After finding the line with "differs between 1" in the data below, set down exactly each line through the one with "if math.IsNaN(lo+mid+hi) ||", inclusive, and stop there.
++++ Input records
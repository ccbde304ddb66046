// Package atomicfile writes files so that a reader sees either the old file or the whole new
// one, never a half-written file: the data go to a temporary file in the same directory, are
// synced to disk, and the temporary file is renamed over the target.
package atomicfile

import (
	"bytes"
	"fmt"
	"io"
	"os"
	"path/filepath"
	"regexp"
	"sync"
)

// WriteFile writes b to path atomically with permissions 0644.
func WriteFile(path string, b []byte) error {
	f, err := os.CreateTemp(filepath.Dir(path), "."+filepath.Base(path)+".tmp*")
	if err != nil {
		return fmt.Errorf("writing %s: %w", path, err)
	}
	tmp := f.Name()
	_, err = f.Write(b)
	if err == nil {
		err = f.Sync()
	}
	if cerr := f.Close(); err == nil {
		err = cerr
	}
	if err == nil {
		err = os.Chmod(tmp, 0o644)
	}
	if err == nil {
		err = os.Rename(tmp, path)
	}
	if err != nil {
		os.Remove(tmp)
		return fmt.Errorf("writing %s: %w", path, err)
	}
	return nil
}

// WriteTo renders w into memory and writes it to path atomically; a failed render leaves the
// target untouched.
func WriteTo(path string, w io.WriterTo) error {
	var b bytes.Buffer
	if _, err := w.WriteTo(&b); err != nil {
		return fmt.Errorf("writing %s: %w", path, err)
	}
	return WriteFile(path, b.Bytes())
}

// tempPattern is the name CreateTemp gives WriteFile's temporary files: "." + the target's
// name + ".tmp" + digits. It is compiled at its first use, not at every start of the program.
var tempPattern = sync.OnceValue(func() *regexp.Regexp { return regexp.MustCompile(`^\..+\.tmp[0-9]+$`) })

// RemoveLeftovers deletes the temporary files that a WriteFile killed before its rename left
// in dir, and returns how many it removed. Call it when a program starts writing into a
// directory again (a resumed sweep, a re-run into the same output), never while another
// process writes there.
func RemoveLeftovers(dir string) (int, error) {
	entries, err := os.ReadDir(dir)
	if err != nil {
		return 0, fmt.Errorf("cleaning %s: %w", dir, err)
	}
	n := 0
	for _, e := range entries {
		if e.Type().IsRegular() && tempPattern().MatchString(e.Name()) {
			if err := os.Remove(filepath.Join(dir, e.Name())); err != nil {
				return n, fmt.Errorf("cleaning %s: %w", dir, err)
			}
			n++
		}
	}
	return n, nil
}
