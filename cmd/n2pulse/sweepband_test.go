package main

import (
	"bytes"
	"encoding/csv"
	"encoding/json"
	"math"
	"os"
	"path/filepath"
	"testing"

	"gonum.org/v1/gonum/floats/scalar"

	"n2pulse/kinetics/study"
)

// TestSweepUncertainty runs the example design (20 cells) over two pressures with 10 samples per
// point, with 1 and 2 workers: results.csv is the same byte for byte; it has every numeric
// figure's _p05/_p50/_p95 columns, finite and ordered where the figure has a band; the band of
// the 100 Torr point is exactly run --uncertainty's at 100 Torr (same design, seed and
// samples); --json carries the uncertainty block with the band at each optimum and the drivers.
func TestSweepUncertainty(t *testing.T) {
	t.Parallel()
	if testing.Short() {
		t.Skip("runs the model 44 times")
	}
	dirs := []string{t.TempDir(), t.TempDir()}
	var js bytes.Buffer
	for k, w := range []string{"1", "2"} {
		args := []string{"sweep", "../../data/designs/example.toml", "--set", "numerics.cells=20", "--vary", "gas.pressure=60Torr:100Torr:2",
			"--uncertainty", "10", "--seed", "5", "--workers", w, "--out", dirs[k], "--quiet", "--json"}
		var out, errb bytes.Buffer
		if code := run(args, &out, &errb); code != 0 {
			t.Fatalf("exit %d: %s", code, errb.String())
		}
		js = out
	}
	a, err := os.ReadFile(filepath.Join(dirs[0], study.ResultsFile))
	if err != nil {
		t.Fatal(err)
	}
	b, err := os.ReadFile(filepath.Join(dirs[1], study.ResultsFile))
	if err != nil {
		t.Fatal(err)
	}
	if !bytes.Equal(a, b) {
		t.Error("results.csv differs between 1 and 2 workers")
	}
	tab := readTable(t, a)
	for _, m := range study.NumericMetrics() {
		cols := [3]int{}
		for k, s := range study.BandSuffixes {
			if cols[k] = tab.Column(m + s); cols[k] < 0 {
				t.Fatalf("no column %s%s", m, s)
			}
		}
		for r := range tab.Rows {
			if tab.Rows[r][cols[0]] == "" {
				continue // no band: undefined in most samples
			}
			lo, mid, hi := tab.Float(r, cols[0]), tab.Float(r, cols[1]), tab.Float(r, cols[2])
			if math.IsNaN(lo+mid+hi) || math.IsInf(lo+mid+hi, 0) || !(lo <= mid && mid <= hi) {
				t.Errorf("row %d %s: band %v %v %v; want finite and ordered", r, m, lo, mid, hi)
			}
		}
	}
	// The nominal energy lies inside its band, widened by 10 % of the band's median: the
	// defaults sit inside their ranges, not at a quantile (tolerance: this test's choice).
	for r := range tab.Rows {
		e, lo, hi := tab.Float(r, tab.Column("energy_front_J")), tab.Float(r, tab.Column("energy_front_J_p05")), tab.Float(r, tab.Column("energy_front_J_p95"))
		slack := 0.1 * tab.Float(r, tab.Column("energy_front_J_p50"))
		if !(e >= lo-slack && e <= hi+slack) {
			t.Errorf("row %d: nominal energy %g outside its band %g…%g widened by %g", r, e, lo, hi, slack)
		}
	}
	var one, errb bytes.Buffer
	if code := run([]string{"run", "../../data/designs/example.toml", "--set", "numerics.cells=20", "--set", "gas.pressure=100Torr",
		"--uncertainty", "10", "--seed", "5", "--json"}, &one, &errb); code != 0 {
		t.Fatalf("run: exit %d: %s", code, errb.String())
	}
	var got struct {
		U map[string]any `json:"uncertainty"`
	}
	if err := json.Unmarshal(one.Bytes(), &got); err != nil {
		t.Fatal(err)
	}
	for _, s := range study.BandSuffixes {
		want, _ := got.U["energy_front_J"+s].(float64)
		if v := tab.Float(1, tab.Column("energy_front_J"+s)); !scalar.EqualWithinAbsOrRel(v, want, 0, 1e-12) {
			t.Errorf("100 Torr energy_front_J%s: sweep %g, run %g; want the same", s, v, want)
		}
	}
	var rep struct {
		U struct {
			Samples int                `json:"samples"`
			Seed    uint64             `json:"seed"`
			Optima  map[string]float64 `json:"optima_band"`
			Drivers map[string][]struct {
				Key    string `json:"key"`
				Points int    `json:"points"`
			} `json:"drivers"`
		} `json:"uncertainty"`
	}
	if err := json.Unmarshal(js.Bytes(), &rep); err != nil {
		t.Fatalf("%v\n%s", err, js.String())
	}
	u := rep.U
	if u.Samples != 10 || u.Seed != 5 || u.Optima["energy_total_J_p50"] <= 0 || len(u.Drivers["energy_front_J"]) == 0 || u.Drivers["energy_front_J"][0].Points != 2 {
		t.Errorf("--json uncertainty block %+v; want 10 samples, seed 5, the band at the optima and drivers over 2 points", u)
	}
}

// readTable parses a results table written by WriteCSV.
func readTable(t *testing.T, b []byte) *study.Table {
	t.Helper()
	rows, err := csv.NewReader(bytes.NewReader(b)).ReadAll()
	if err != nil || len(rows) == 0 {
		t.Fatalf("results table: %v", err)
	}
	return &study.Table{Columns: rows[0], Rows: rows[1:]}
}
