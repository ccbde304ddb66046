package atomicfile

import (
	"errors"
	"io"
	"os"
	"path/filepath"
	"testing"
)

func TestWriteFile(t *testing.T) {
	dir := t.TempDir()
	p := filepath.Join(dir, "a.txt")
	if err := WriteFile(p, []byte("one")); err != nil {
		t.Fatal(err)
	}
	if err := WriteFile(p, []byte("two")); err != nil {
		t.Fatal(err)
	}
	if b, _ := os.ReadFile(p); string(b) != "two" {
		t.Errorf("content %q", b)
	}
	if err := WriteFile(filepath.Join(dir, "missing", "b.txt"), nil); err == nil {
		t.Error("no error for a missing directory")
	}
	entries, _ := os.ReadDir(dir)
	if len(entries) != 1 {
		t.Errorf("left behind: %v", entries)
	}
}

type failing struct{}

func (failing) WriteTo(io.Writer) (int64, error) { return 0, errors.New("render failed") }

func TestWriteToKeepsOldFile(t *testing.T) {
	p := filepath.Join(t.TempDir(), "fig.png")
	os.WriteFile(p, []byte("old"), 0o644)
	if err := WriteTo(p, failing{}); err == nil {
		t.Fatal("no error")
	}
	if b, _ := os.ReadFile(p); string(b) != "old" {
		t.Errorf("old file changed to %q", b)
	}
}

// TestRemoveLeftovers: the temporary file a kill leaves between write and rename is removed,
// and nothing else is (a file merely named like one, a hidden file, a directory).
func TestRemoveLeftovers(t *testing.T) {
	t.Parallel()
	dir := t.TempDir()
	keep := []string{"results.csv", ".hidden", "x.tmp1", ".results.csv.tmpfoo"}
	gone := []string{".results.csv.tmp123456", ".sweep.json.tmp42"}
	for _, n := range append(append([]string{}, keep...), gone...) {
		if err := os.WriteFile(filepath.Join(dir, n), []byte("x"), 0o644); err != nil {
			t.Fatal(err)
		}
	}
	if err := os.Mkdir(filepath.Join(dir, ".d.tmp7"), 0o755); err != nil {
		t.Fatal(err)
	}
	n, err := RemoveLeftovers(dir)
	if err != nil || n != len(gone) {
		t.Fatalf("RemoveLeftovers = %d, %v; want %d removed", n, err, len(gone))
	}
	for _, k := range append(keep, ".d.tmp7") {
		if _, err := os.Stat(filepath.Join(dir, k)); err != nil {
			t.Errorf("%s removed: %v", k, err)
		}
	}
	for _, g := range gone {
		if _, err := os.Stat(filepath.Join(dir, g)); !errors.Is(err, os.ErrNotExist) {
			t.Errorf("%s left: %v", g, err)
		}
	}
	if _, err := RemoveLeftovers(filepath.Join(dir, "missing")); err == nil {
		t.Error("no error for a missing directory")
	}
}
++++++++
▶ Problem solution:
		t.Error("results.csv differs between 1 and 2 workers")
	}
	tab := readTable(t, a)
	for _, m := range study.NumericMetrics() {
		cols := [3]int{}
		for k, s := range study.BandSuffixes {
			if cols[k] = tab.Column(m + s); cols[k] < 0 {
				t.Fatalf("no column %s%s", m, s)
			}
		}
		for r := range tab.Rows {
			if tab.Rows[r][cols[0]] == "" {
				continue // no band: undefined in most samples
			}
			lo, mid, hi := tab.Float(r, cols[0]), tab.Float(r, cols[1]), tab.Float(r, cols[2])
			if math.IsNaN(lo+mid+hi) || math.IsInf(lo+mid+hi, 0) || !(lo <= mid && mid <= hi) {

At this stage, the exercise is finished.